Но Булгаков лежал, затихнув, прикрыв глаза. Его утомила беседа, и уже нельзя было скрыть этого. Надо было уходить. В передней Фадеев спросил меня:
— Неужели врачи считают, что положение безнадежно?
— Да, они так считают.
— Невероятно! Он полон жизни!
— Но тем не менее это так. И он сам это знает лучше врачей.
— Не могу поверить. В нем столько силы. — Фадеев задумался на секунду и вдруг сказал: — Чудовищно, что я до сих пор его не знал! Я не имел права его не знать!.. Нет, не верю! Убежден, врачи ошибаются и он тоже. Он выздоровеет! И тогда все будет по-другому.
— Если бы его здоровье зависело от врачей, а его литературная жизнь от того, что вы узнали его чуть ближе…
— Вы думаете? — Он рассеянно попрощался со мной и вышел.
Потом он звонил еще два раза, справлялся встревоженно, не нужна ли еще ссуда от Союза, нужно ли еще что-нибудь?
— Я думаю, уже не нужна.
— Неужели? — шепотом спросил он и, помолчав некоторое время, подышав, положил трубку.
Ссуда была уже не нужна. Ничего уже не могло ему помочь.

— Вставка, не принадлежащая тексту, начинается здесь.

def _instrument_terms(endogenous, instruments, terms: tuple[Term, ...]) -> tuple[tuple[Term, ...], tuple[Term, ...]]:
    """Checked endogenous terms and excluded instruments: both or neither, no term twice,
    none among the regressors, no ``levels()``; at least as many instruments as endogenous
    terms (else the model is not identified)."""
    params.check("endogenous", endogenous)
    params.check("instruments", instruments)
    if endogenous is None and instruments is None:
        return (), ()
    if endogenous is None or instruments is None:
        given, missing = ("endogenous", "instruments") if instruments is None else ("instruments", "endogenous")
        raise InputError(f"Option '{given}' is given without '{missing}'. Two-stage least squares needs both: "
                         "--endogenous \"T1, T2\" --instruments \"Z1, Z2\".")
    endog, instr = _terms(endogenous), _terms(instruments)
    regressors = {t.text for t in terms}
    seen: set[str] = set()
    for name, group in (("endogenous", endog), ("instruments", instr)):
        for t in group:
            if t.kind == "levels":
                raise InputError(f"Option '{name}' has the term '{echo(t.text)}'; levels() is not supported there yet. "
                                 "Write the indicators as expressions, e.g. CAST(region = 'north' AS DOUBLE).")
            if t.text in regressors:
                raise InputError(f"Option '{name}' repeats the regressor '{echo(t.text)}'. A regressor instruments "
                                 "itself; list each term in one option only.")
            if t.text in seen:
                raise InputError(f"Option '{name}' repeats '{echo(t.text)}', listed already as endogenous or instrument. "
                                 "List each term once.")
            seen.add(t.text)
    if len(instr) < len(endog):
        raise InputError(f"Option 'instruments' gives {len(instr)} excluded instrument{'s' if len(instr) != 1 else ''} for "
                         f"{len(endog)} endogenous terms, so the model is not identified (under-identified); give at "
                         "least as many instruments as endogenous terms.")
    return endog, instr
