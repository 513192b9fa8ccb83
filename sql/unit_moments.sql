-- unit_moments: per-unit count, sums and sums of products of the design columns.
-- inputs:  {{rows}}       design rows or differenced rows;
--          {{aggregates}} count(*) AS n, sum(z_j) AS s_j, sum(z_j * z_l) AS p_j_l, and for a
--                         cluster column min/max(k_c) (to check it is constant in the unit);
--          {{valid}}      the predicate that keeps a row (all columns finite, consecutive).
-- params:  those of {{rows}}.
-- output:  one row per unit: k_unit and the aggregates.
SELECT k_unit, {{aggregates}}
FROM {{rows}} AS r
WHERE {{valid}}
GROUP BY k_unit
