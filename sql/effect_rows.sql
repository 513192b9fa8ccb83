-- effect_rows: the sample's rows with each effect's and cluster's level as a compact
-- integer index, for the sweeps of bigpanel/sweeps.py (streamed on one thread, so the
-- row order is the same on every run).
-- inputs:  {{rows}}    the used rows (a subquery), inlined where it is read;
--          {{levels}}  per effect or cluster: , l<i> AS (SELECT keys, row_number() - 1 AS
--                      i FROM the distinct keys in sort order), numbered as effect_levels.sql;
--          {{columns}} l<i>.i AS i<i> per effect, g<i> per cluster, the design columns z<j>,
--                      and the kept keys (k_unit, k_period) when asked for;
--          {{joins}}   JOIN l<i> ON the key columns (NOT DISTINCT for clusters: a missing
--                      cluster value is a cluster of its own, as in cluster_scores.sql).
-- params:  those of {{rows}}.
-- output:  one row per used row.
WITH used AS NOT MATERIALIZED ({{rows}}){{levels}}
SELECT {{columns}}
FROM used{{joins}}
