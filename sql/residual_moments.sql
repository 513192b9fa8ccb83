-- residual_moments: sums of u~^2 x~_j x~_l over rows (the heteroskedasticity-robust meat)
-- and of u~^2 (the residual sum of squares), given the coefficients.
-- inputs:  {{rows}}     design or differenced rows, restricted to used rows;
--          {{centered}} select list making x~ AS x_j and the residual AS u (see cluster_scores);
--          {{join}}     nothing, or the join to unit means;
--          {{sums}}     sum(u * u * x_j * x_l) AS h_j_l items and sum(u * u) AS rss.
-- params:  $b0.. coefficients; $s0.. shifts.
-- output:  one row.
WITH used AS ({{rows}}),
centered AS (SELECT {{centered}} FROM used AS r {{join}})
SELECT {{sums}}
FROM centered
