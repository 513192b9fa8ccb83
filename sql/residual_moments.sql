-- residual_moments: sums of u~^2 x~_j x~_l over rows (the heteroskedasticity-robust meat).
-- inputs:  {{centered}} the CTEs making x~ AS x_j and u~ AS u per row (sqlbuild.centered_ctes);
--          {{sums}}     sum(u * u * x_j * x_l) AS h_j_l items.
-- params:  $s_j shifts, $b_j coefficients, period values and effects.
-- output:  one row.
WITH {{centered}}
SELECT {{sums}}
FROM centered
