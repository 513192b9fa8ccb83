-- serial_pass: the sums of the serial-correlation test (hypotheses.py). Per row the level
-- residual r (design columns at the fit's coefficients), then, within each unit ordered by
-- period, the differenced residual e at t and its lag l at t-1 where t-1 and t-2 are the
-- unit's previous periods; per unit n, sums of l, l*l, e, l*e, e*e; over units those sums
-- and their products (the unit-clustered meat of e on (1, l) for any coefficients).
-- inputs:  {{used}}     used design rows in levels (k_unit, k_period, z_j, outcome last);
--          {{level}}    r per row; {{level_join}} nothing, or the LEFT JOIN of the period
--                       effects pe(k_period, g) that r subtracts (unit and period effects);
--          {{window}}   PARTITION BY k_unit ORDER BY k_period;
--          {{step}}     the period step (1 on the period grid's slots);
--          {{current}}  e per row; {{previous}} l per row, from r, r1, r2 (r at t, t-1, t-2);
--          {{joins}}    nothing, or LEFT JOINs pe0, pe1 (periods t and t - step) of the
--                       differenced equation's period intercepts;
--          {{per_unit}} the unit's sums; {{outer}} the sums over units and their products.
-- params:  $s_j, $d_j (through {{used}}), $b_j coefficients, $b_one, period values $t_i, $g_i.
-- output:  one row.
WITH used AS ({{used}}),
levels AS (SELECT r.k_unit, r.k_period, {{level}} AS r FROM used AS r {{level_join}}),
lagged AS (SELECT k_unit, k_period, r, lag(r, 1) OVER w AS r1, lag(r, 2) OVER w AS r2,
                  lag(k_period, 1) OVER w AS p1, lag(k_period, 2) OVER w AS p2
           FROM levels WINDOW w AS ({{window}})),
pairs AS (SELECT r.k_unit, {{current}} AS e, {{previous}} AS l FROM lagged AS r {{joins}}
          WHERE r.p1 = r.k_period - {{step}} AND r.p2 = r.k_period - 2 * {{step}}),
per_unit AS (SELECT {{per_unit}} FROM pairs GROUP BY k_unit)
SELECT count(*) AS n_groups, {{outer}}
FROM per_unit
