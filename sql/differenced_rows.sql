-- differenced_rows: first differences of the design columns between consecutive periods.
-- inputs:  {{rows}}   design rows (design_rows.sql);
--          {{keys}}   k_unit, k_period and the cluster columns to carry;
--          {{diffs}}  z_j - lag(z_j) OVER w AS z_j for each design column;
--          {{window}} PARTITION BY k_unit ORDER BY k_period (sorts), or nothing: the rows'
--                     own order, for a chunk read on one thread from files sorted by unit and
--                     period (a streaming window; a pair out of order is simply not formed).
-- params:  none. k_prev_unit and k_prev are the previous row's unit and period; a difference
--          is used only when k_prev_unit = k_unit and k_prev = k_period - step.
-- output:  the keys, k_prev_unit, k_prev, and the differenced z columns.
SELECT {{keys}}, lag(k_unit) OVER w AS k_prev_unit, lag(k_period) OVER w AS k_prev, {{diffs}}
FROM {{rows}} AS r
WINDOW w AS ({{window}})
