-- pooled_moments: count, sums and sums of products of the design columns over all used
-- rows (no grouping), the count of distinct units and the period range.
-- inputs:  {{rows}}       used rows (design or differenced rows that pass the validity test);
--          {{aggregates}} count(*) AS n, sum(z_j) AS s_j, sum(z_j * z_l) AS p_j_l,
--                         count(DISTINCT k_unit) AS n_units, min/max(k_period).
-- params:  those of {{rows}}.
-- output:  one row.
SELECT {{aggregates}}
FROM {{rows}} AS r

Весь организм его был отравлен, каждый мускул при малейшем движении болел нестерпимо. Он кричал, не в силах сдержать крик. Этот крик до сих пор у меня в ушах. Мы осторожно переворачивали его. Как ни было ему больно от наших прикосновений, он крепился и даже тихонько, не застонав, говорил мне одними губами:
— Ты хорошо это делаешь… Хорошо…
В те последние дни подозрительность его развилась до крайности. Он уже не доверял даже таким вернейшим своим друзьям, как Дмитриев и Эрдман. Шептал мне:
— Ты не очень-то болтай обо мне, даже с ними… И уже никого, кроме Лены и меня, к себе не подпускал.
Он ослеп.
Когда я наклонялся к нему, он ощупывал мое лицо руками и узнавал меня.
Лену он узнавал по шагам, едва появлялась она в комнате.
Он лежал голый, лишь с набедренной повязкой. Тело его было сухо. Он очень похудел.
Все последние ночи со мной вместе (в комнате маленького Сережи, на полу) ночевали Дмитриев и Борис Эрдман. С утра приходил Женя, старший сын Лены, Булгаков трогал его лицо и улыбался. Он делал это не только потому, что любил этого темноволосого очень красивого юношу, холодновато-сдержанного, по-взрослому отвечающего за каждое свое душевное движение, он делал это не только для него, но и для Лены. Быть может, это было последним проявлением его любви к ней — и благодарности.